Le sommeil dans les études médicales [30:13 - 31:04]

Patrick Lemoine : Oui, et puis dites-vous bien que les médecins n'ont pas eu de cours sous le sommeil. Moi, je me rappelle mes premiers, ça fait longtemps, c'est une vieille époque, mais quand je faisais mes remplacements de médecine générale... Je n'avais jamais entendu parler des boutons, de la conjonctivite, de l'otite. Et c'est les mères qui m'expliquaient quand elles me voyaient sécher devant les gamins. « Docteur, je crois quand même que c'est la rougeole parce que mon aîné l'a eu. » « Ah, merci madame. » Et donc, on n'apprend pas les maladies bénignes. En revanche, on est très bon sur les maladies rares et graves. Et donc, l'insomnie fait partie des sujets quasiment jamais traités dans les études médicales. Et de ce fait, je ne dors pas. Ah, je prescris insomnifère. C'est vraiment catastrophique.

Le nettoyage du cerveau pendant le sommeil [31:04 - 33:08]

Jean-Charles Samuelian : Et des études qui poussent en plus la privation de sommeil pendant des périodes assez longues et légères. Vous parliez aussi des implications, et je pense que c'est connecté à la question précédente, mais sur la dépression, mais aussi sur les maladies neurodégénératives, comme Alzheimer. Qu'est-ce qui se passe pendant le sommeil? Notre cerveau se nettoie?

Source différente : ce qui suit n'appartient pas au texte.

import type { Browser, BrowserContextOptions, Page } from '@playwright/test';
import { expect } from '@playwright/test';
import { type LocalDate, localDate } from '@wetside/chemistry';
import { cloneDatabase, type TestDatabase } from '@wetside/db/testing/clone';
import { type CaughtMail, type MailCatcher, startMailCatcher } from '@wetside/mail-catcher';
import { asAdmin, furnish, passphrase, type Place, type RoleName } from './people.js';
import { freePort, type Server, type Settings, settingsFor, startServer } from './program.js';

/** The smallest phone that is designed for. */
export const phone = { width: 390, height: 664 };
export const desk = { width: 1280, height: 800 };

/** A database, a mail catcher, a server and a darkroom of one journey's own. */
export class World {
  private constructor(
    readonly place: Place,
    readonly origin: string,
    private readonly database: TestDatabase,
    private readonly catcher: MailCatcher,
    private readonly settings: Settings,
    private server: Server,
  ) {}

  static async make(place: Place, settings: Settings = {}): Promise<World> {
    const [database, catcher, port] = await Promise.all([
      cloneDatabase(),
      startMailCatcher({ smtpPort: 0, httpPort: 0 }),
      freePort(),
    ]);
    const all = settingsFor(port, catcher.smtpPort, database, settings);
    await furnish(place, all, database.adminUrl);
    return new World(place, `http://localhost:${port}`, database, catcher, all, await startServer(all));
  }

  /** Ends the server and starts it again that far in the future: 'P56D'. */
  async moveClock(offset: string): Promise<void> {
    await this.server.stop();
    expect(this.server.errors()).toBe('');
    this.server = await startServer({ ...this.settings, CLOCK_OFFSET: offset });
  }

  /** The darkroom's present date by the server's clock. */
  async today(): Promise<LocalDate> {
    const answer = await fetch(`${this.origin}/api/health`);
    return localDate(answer.headers.get('x-wetside-now') ?? '', this.place.zone);
  }

  asAdmin(work: Parameters<typeof asAdmin>[1]): Promise<void> {
    return asAdmin(this.database.adminUrl, work);
  }

  /** The address of a page of the darkroom: 'sink', 'bottles/FX-01'. */
  at(path: string): string {
    return `${this.origin}/d/${this.place.shortName}/${path}`;
  }

  /** A browser of that person's own, not signed in yet. */
  async open(
    browser: Browser,
    options: BrowserContextOptions = { viewport: phone, hasTouch: true },
  ): Promise<Page> {
    const context = await browser.newContext(options);
    return context.newPage();
  }

  /** Signs in by the form and waits for the sink. */
  async signIn(page: Page, role: RoleName): Promise<void> {
    // A sign-in that still holds would be renewed and lead away from the form while it is filled in.
    await page.context().clearCookies();
    await page.goto(`${this.origin}/sign-in`);
    await page.getByLabel('E-mail address').fill(this.place.cast[role].email);
    await page.getByLabel('Passphrase').fill(passphrase);
    await page.getByRole('button', { name: 'Sign in' }).click();
    await expect(page.getByRole('heading', { name: 'Sink', level: 1 })).toBeVisible();
  }

  /** The mails with these words in their subject, read from the catcher as its page gives them. */
  async mails(subject: string): Promise<CaughtMail[]> {
    const url = new URL(`http://127.0.0.1:${this.catcher.httpPort}/messages`);
    url.searchParams.set('subject', subject);
    const answer = await fetch(url);
    expect(answer.ok).toBe(true);
    return (await answer.json()) as CaughtMail[];
  }

  /** Waits until those people have had a mail of that subject, each of them exactly one, and nobody else any. */
  async mailed(subject: string, to: readonly string[]): Promise<CaughtMail[]> {
    const receivers = async (): Promise<string[]> =>
      (await this.mails(subject)).flatMap((mail) => mail.envelope.to).sort();
    await expect.poll(receivers, { message: `mail “${subject}”`, timeout: 15_000 }).toEqual([...to].sort());
    return this.mails(subject);
  }

  async end(): Promise<void> {
    await this.server.stop();
    const errors = this.server.errors();
    await this.catcher.close();
    await this.database.drop();
    expect(errors, 'what the server logged as errors').toBe('');
  }
}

Patrick Lemoine : Alors, effectivement, c'est un sujet que je n'ai pas encore abordé. C'est assez récent comme découverte, mais on sait que... Notre cerveau, nos neurones, parce qu'on a toujours beaucoup insisté sur le cortex en oubliant tout le reste. Et en fait, depuis quelque temps, on s'intéresse plus à la glie, la neuroglie, qui est une espèce de filet nourricier qui enveloppe notre cerveau et l'ensemble de notre système nerveux central. Et ce filet n'est pas que nourricier. Parce qu'il a été montré que quand on dort, il y a des lents mouvements du liquide céphalo-rachidien qui baignent notre système nerveux central. Et qui permet de drainer tous les neurotoxiques, que ce soit des médicaments ou même des produits de catabolisme qu'on accumule dans la journée, et donc vont se prendre dans ce filet et ensuite s'évacuer par ces mouvements. Donc, on ne sait pas exactement quelles sont les conséquences, baisse de régulation de ce nettoyage du cerveau toutes les nuits, mais tout le monde est persuadé que ça a sûrement une grande importance et que c'est important de débarrasser nos neurones de tous ces produits, ces déchets accumulés en cours de la journée. Donc, effectivement, il est possible, mais c'est encore une spéculation, que la maladie d'Alzheimer et les maladies neurodégénératives, style, Parkinson, par exemple, sont peut-être liées aussi à un déficit de ce côté-là. Mais ça, ce n'est pas encore bien démontré. Il y a toujours des raisons, puisqu'on parle de maladies auto-immunes. Que le simple fait de mal dormir favorise, et ça a été bien démontré, l'Alzheimer. Les démences, aussi, de manière générale, sont favorisées par les apnées du sommeil, qui est un autre sujet très important.

Les apnées du sommeil [33:08 - 34:57]

Jean-Charles Samuelian : Peut-être qu'on peut un peu creuser sur les apnées du sommeil et définir ce que c'est, comment on les détecte, quels sont les impacts de l'apnée du sommeil.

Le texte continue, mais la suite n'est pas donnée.